# Determine shortest distance a car could stop without causing serious injury

## Homework Statement

It may be assumed that the human body can withstand an acceleration of 3g's without sustaining serious injury. A person is driving a car at 60 miles per hour. Determine the shortest distance such that the car could be brought to a stop (at constant acceleration) without the driver sustaining serious injury.

## Homework Equations

Ag's = a/g
d = (Vi + Vf)/2 * t (d stands for displacement)

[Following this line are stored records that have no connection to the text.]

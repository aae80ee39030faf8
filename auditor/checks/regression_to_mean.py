"""Regression to the mean: was the group selected on this outcome, and how much change does that alone produce?

When participants enter because one reading lay beyond a cutoff, their mean on any later reading is
expected to move back toward the population mean even with no treatment (Barnett, van der Pols and
Dobson 2005). The check finds the selection (the entry criterion in study.toml, or a truncation edge
in the screening or baseline distribution), chooses the scale on which the reading is close to
normal, estimates the unselected population's mean and SD by the truncated-normal MLE and the
reliability of one reading, computes the expected change with a confidence interval, and sets it
beside the change actually observed (control arm; all participants in a single-arm audit; both arms
pooled in a blinded one). The formulas live in :mod:`auditor.stats.rtm`; the rules and thresholds are
module constants documented in docs/methods/regression-to-mean.md.
"""

from __future__ import annotations

import math
from dataclasses import dataclass

import numpy as np
from scipy import stats

from ..references import REFERENCES, add_reference, cite
from ..results import Figure, Verdict, interval_words, level_label
from ..stats.linear import mean_t_interval, slope_with_se
from ..stats.rtm import (bias_after_second_baseline, expected_rtm, fit_truncated_normal, icc_oneway,
                         edge_test_scale, rtm_with_ci, shrunk_values, truncation_edge_test)
from ..stats.rtm import (fit_window_normal, product_interval, rtm_window_with_ci, selection_shift_with_se,
                         window_mean_shift)
from .common import Sections, estimate, fmt, fmt_p, result
from .registry import CheckContext, NotAssessable, register

CHECK_ID = "regression-to-mean"
TITLE = "Regression to the mean"

ALPHA = 0.05
"""Family-wise level of the truncation-edge tests when no criterion is declared, split equally
(Bonferroni) over the readings tested (convention)."""
EDGE_MIN_DISTINCT = 20
"""An edge test is run only on a reading with at least this many distinct values (as in the
change-score check; convention of this tool)."""
LOG_MARGIN = 2.0
"""For sizing, the log scale is chosen only when its truncated-normal log-likelihood (with the
Jacobian) beats the raw one by more than this, a likelihood ratio above e^2 = 7.4; near-ties stay on
the raw scale, where the two give practically the same answer (convention of this tool)."""
MIN_SELECTED = 20
"""Fewest participants with the reading that decided entry for the truncated-normal fit (convention)."""
MIN_PAIRS = 10
"""Fewest complete pairs for a slope, an ICC or an observed mean change (convention)."""
MATERIAL_SHARE = 0.10
"""The descriptive ``observed`` sub-finding is a caution when the expected shift is at least this share
of the observed change (convention of this tool); it does not set the check's verdict."""
MATERIAL_SD = 0.10
"""The one materiality threshold of the check: an expected shift is material when its whole confidence
interval lies beyond this many SDs of the unselected population (sigma, on the analysis scale), on the
side of the shift (convention of this tool)."""
WITHIN_ARM_DESIGNS = ("single-arm",)
"""Designs whose effect is a within-arm (before-after) change, which carries regression to the mean
in full; in a randomised parallel design it affects both arms alike and the contrast is not biased."""
WITHIN_ARM_EFFECT = "within-arm-change"
"""The judged design of a parallel trial whose outcome declares ``effect_basis = "within-arm-change"``:
it reports within-arm change as the treatment effect, which carries regression to the mean in full
although the design has a control arm."""
WITHIN_ARM_BIAS = ("within-arm change, reported here as the treatment effect, is biased by regression to "
                   "the mean")
BIASED_BY_RTM = ("within-arm change, before-after claims, readings of baseline subgroups (those who start "
                 "worse seeming to benefit more) and responder shares")
"""What regression to the mean biases in a randomised parallel trial."""
NEGLIGIBLE_EXCLUDED = 0.01
"""A declared criterion whose cutoff leaves less than this share of the fitted unselected population
on its excluded side selects no one out (convention of this tool)."""
VIOLATION_SHARE = 0.05
"""More than this share of entry readings on the wrong side of the criterion is reported as the
criterion not being honoured (convention of this tool)."""
RHO_CAP = 0.99
"""A reliability estimate above this (possible by chance when it is near 1) is capped here."""
DRAWS_FULL, DRAWS_QUICK = 4000, 1000
"""Parametric bootstrap draws for the CI of the expected RTM."""
NULL_FULL, NULL_QUICK = 999, 499
"""Null samples for the Monte Carlo p-value of the edge test."""
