def _check_outcome(long: pd.DataFrame, part: pd.DataFrame, spec: OutcomeSpec, i: int,
                   meta: StudyMetadata, label: str, log: ProblemLog) -> None:
    cm = meta.columns
    key = f"outcomes[{i}]"
    rows = long[long["param"] == spec.param]
    if rows.empty:
        log.add(METADATA_FILE, f"{key}.param", "-", f"parameter '{spec.param}' is not in the data",
                f"correct the code ({did_you_mean(spec.param, long['param'].dropna().unique())})")
        return
    known_visits = set(rows["visit"].dropna().unique())
    if "visit_number" in rows.columns:
        known_visits |= set(rows["visit_number"].dropna().unique())
    for name, visit in (("baseline_visit", spec.baseline_visit), ("screening_visit", spec.screening_visit),
                        *[(f"followup_visits[{j}]", v) for j, v in enumerate(spec.followup_visits)]):
        if visit is not None and not _visit_rows(rows, visit).any():
            log.add(METADATA_FILE, f"{key}.{name}", "-",
                    f"visit '{_visit_key(visit)}' has no rows for '{spec.param}'",
                    f"correct the visit name ({did_you_mean(_visit_key(visit), known_visits)})")
    if spec.entry_criterion is not None and not _visit_rows(rows, spec.entry_criterion.visit).any():
        log.add(METADATA_FILE, f"{key}.entry_criterion.visit", "-",
                f"visit '{_visit_key(spec.entry_criterion.visit)}' has no rows for '{spec.param}'",
                f"correct the visit name ({did_you_mean(_visit_key(spec.entry_criterion.visit), known_visits)})")
    used = rows[rows["visit"].isin([_visit_key(v) for v in _visits_of(spec)]) |
                np.logical_or.reduce([_visit_rows(rows, v) for v in _visits_of(spec)])]
    dup = used.duplicated(subset=["subject", "visit"], keep=False)
    if dup.any():
        log.add(label, rows_text(used.loc[dup, "row"].to_numpy()), cm.value,
                f"more than one value for the same participant and visit of '{spec.param}'",
                "keep one record per participant, visit and parameter (e.g. the analysis record, ANL01FL)")
    values = used["value"]
    lo, hi = spec.lower_bound, spec.upper_bound
    if spec.bounds is not None:
        outside = (values < (lo if lo is not None else -math.inf)) | (values > (hi if hi is not None else math.inf))
        if outside.any():
            log.add(label, rows_text(used.loc[outside, "row"].to_numpy()), cm.value,
                    f"'{spec.param}' value outside its declared bounds [{lo}, {hi}]",
                    "correct the value or the outcome's bounds")
    if spec.scale == "ordinal":
        bad = values.notna() & ~values.isin(spec.levels)
        if bad.any():
            log.add(label, rows_text(used.loc[bad, "row"].to_numpy()), cm.value,
                    f"'{spec.param}' value {values[bad].iloc[0]:g} is not one of the declared levels",
                    "correct the value or the outcome's levels")
    if spec.scale == "binary":
        bad = values.notna() & ~values.isin([0, 1])
        if bad.any():
            log.add(label, rows_text(used.loc[bad, "row"].to_numpy()), cm.value,
                    f"binary outcome '{spec.param}' has a value other than 0 or 1", "code it 0/1")
    if spec.baseline_visit is not None:
        with_base = set(rows.loc[_visit_rows(rows, spec.baseline_visit) & rows["value"].notna(), "subject"])
        lacking = sorted(set(rows["subject"].dropna()) - with_base)
        if lacking:
            log.add(label, "-", cm.value, f"{len(lacking)} participant(s) have no baseline value for "
                    f"'{spec.param}'", "they are left out of the baseline-adjusted checks",
                    severity="warning")
    plabel = meta.files.participants or meta.files.visits
    for cov in spec.covariates:
        if cov not in part.columns:
            log.add(plabel, "row 1", cov, f"covariate of '{spec.param}' is missing",
                    "add the column to the participant file or remove it from covariates")
        else:
            _as_numbers(part[cov], plabel, cov, log, what="covariate")
    if spec.risk_endpoint:
        if spec.risk_endpoint not in part.columns:
            log.add(plabel, "row 1", spec.risk_endpoint, f"risk endpoint of '{spec.param}' is missing",
                    "add the column to the participant file or remove risk_endpoint")
        else:
            coded = part[spec.risk_endpoint].map(_binary_code)
            bad = part[spec.risk_endpoint].notna() & coded.isna()
            if bad.any():
                log.add(plabel, rows_text(np.flatnonzero(bad.to_numpy())), spec.risk_endpoint,
                        "event endpoint is not binary", "code it 0/1 or Y/N")


def _binary_code(v):
    if v is None or (isinstance(v, float) and math.isnan(v)) or v is pd.NA:
        return np.nan
    s = str(v).strip().lower()
    if s in TRUE_CODES:
        return 1.0
    if s in FALSE_CODES:
        return 0.0
    return np.nan


# --------------------------------------------------------------------------- per outcome


def outcome_data(study: Study, spec: OutcomeSpec) -> OutcomeData:
    """One row per participant for one outcome (participants with no data for it are dropped)."""
    rows = study.visits[study.visits["param"] == spec.param]
    part = study.participants
    frame = part[["subject", "arm"]].copy()
    frame = frame[frame["subject"].isin(set(rows["subject"]))]

    def values_at(visit, name):
        sel = rows[_visit_rows(rows, visit)][["subject", "value"]].rename(columns={"value": name})
        return sel.drop_duplicates("subject")

    if spec.baseline_visit is not None:
        frame = frame.merge(values_at(spec.baseline_visit, "baseline"), on="subject", how="left")
    if spec.screening_visit is not None:
        frame = frame.merge(values_at(spec.screening_visit, "screening"), on="subject", how="left")
    if spec.entry_criterion is not None and spec.entry_criterion.visit not in (
            spec.baseline_visit, spec.screening_visit):
        frame = frame.merge(values_at(spec.entry_criterion.visit, "entry_value"), on="subject", how="left")
    for v in spec.followup_visits:
        frame = frame.merge(values_at(v, f"fu:{_visit_key(v)}"), on="subject", how="left")
    frame["followup"] = frame[f"fu:{_visit_key(spec.main_followup)}"]
    if spec.risk_endpoint:
        ev = part[["subject", spec.risk_endpoint]].copy()
        ev["event"] = ev[spec.risk_endpoint].map(_binary_code).astype(float)
        frame = frame.merge(ev[["subject", "event"]], on="subject", how="left")
    for cov in spec.covariates:
        cv = part[["subject", cov]].copy()
        cv[cov] = pd.to_numeric(cv[cov], errors="coerce").astype(float)
        frame = frame.merge(cv, on="subject", how="left")
    frame = frame.sort_values("subject", kind="mergesort").reset_index(drop=True)
    meta = study.metadata.study
    arms = list(meta.arms) if meta.arms else sorted(frame["arm"].dropna().unique())
    return OutcomeData(spec=spec, frame=frame, arms=arms, control_arm=meta.control_arm,
                       design=meta.design, derived_columns=study.derived_columns)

## The Attempt at a Solution

I converted the 3g's into an acceleration so I at least have a comparable number when I try and get the answer. 3*32ft/s2 = 96ft/s2

I haven't done this type of problem in quite a few months, so I forget where to start per say. I did convert the 60 miles per hour to feet per second, 88ft/s. I don't remember if the equation I listed above is the right one to use in this situation, especially since I don't know time or the displacement.

TSny
Homework Helper
Gold Member
If you are initially traveling at 88 ft/s, how much time will it take to come to rest if you are decelerating at 96 ft/s per second?

Then you can use your distance formula.

(There are also other formulas for constant acceleration. There's a formula that will give you the distance directly from the initial and final velocities and the acceleration without needing the time.)

You need to use an equation that doesn't involve time.
You can use
v^2 = u^2 + 2as

thank you! I figured I had the information I needed, I just wasn't sure about the equation necessary to find the solution.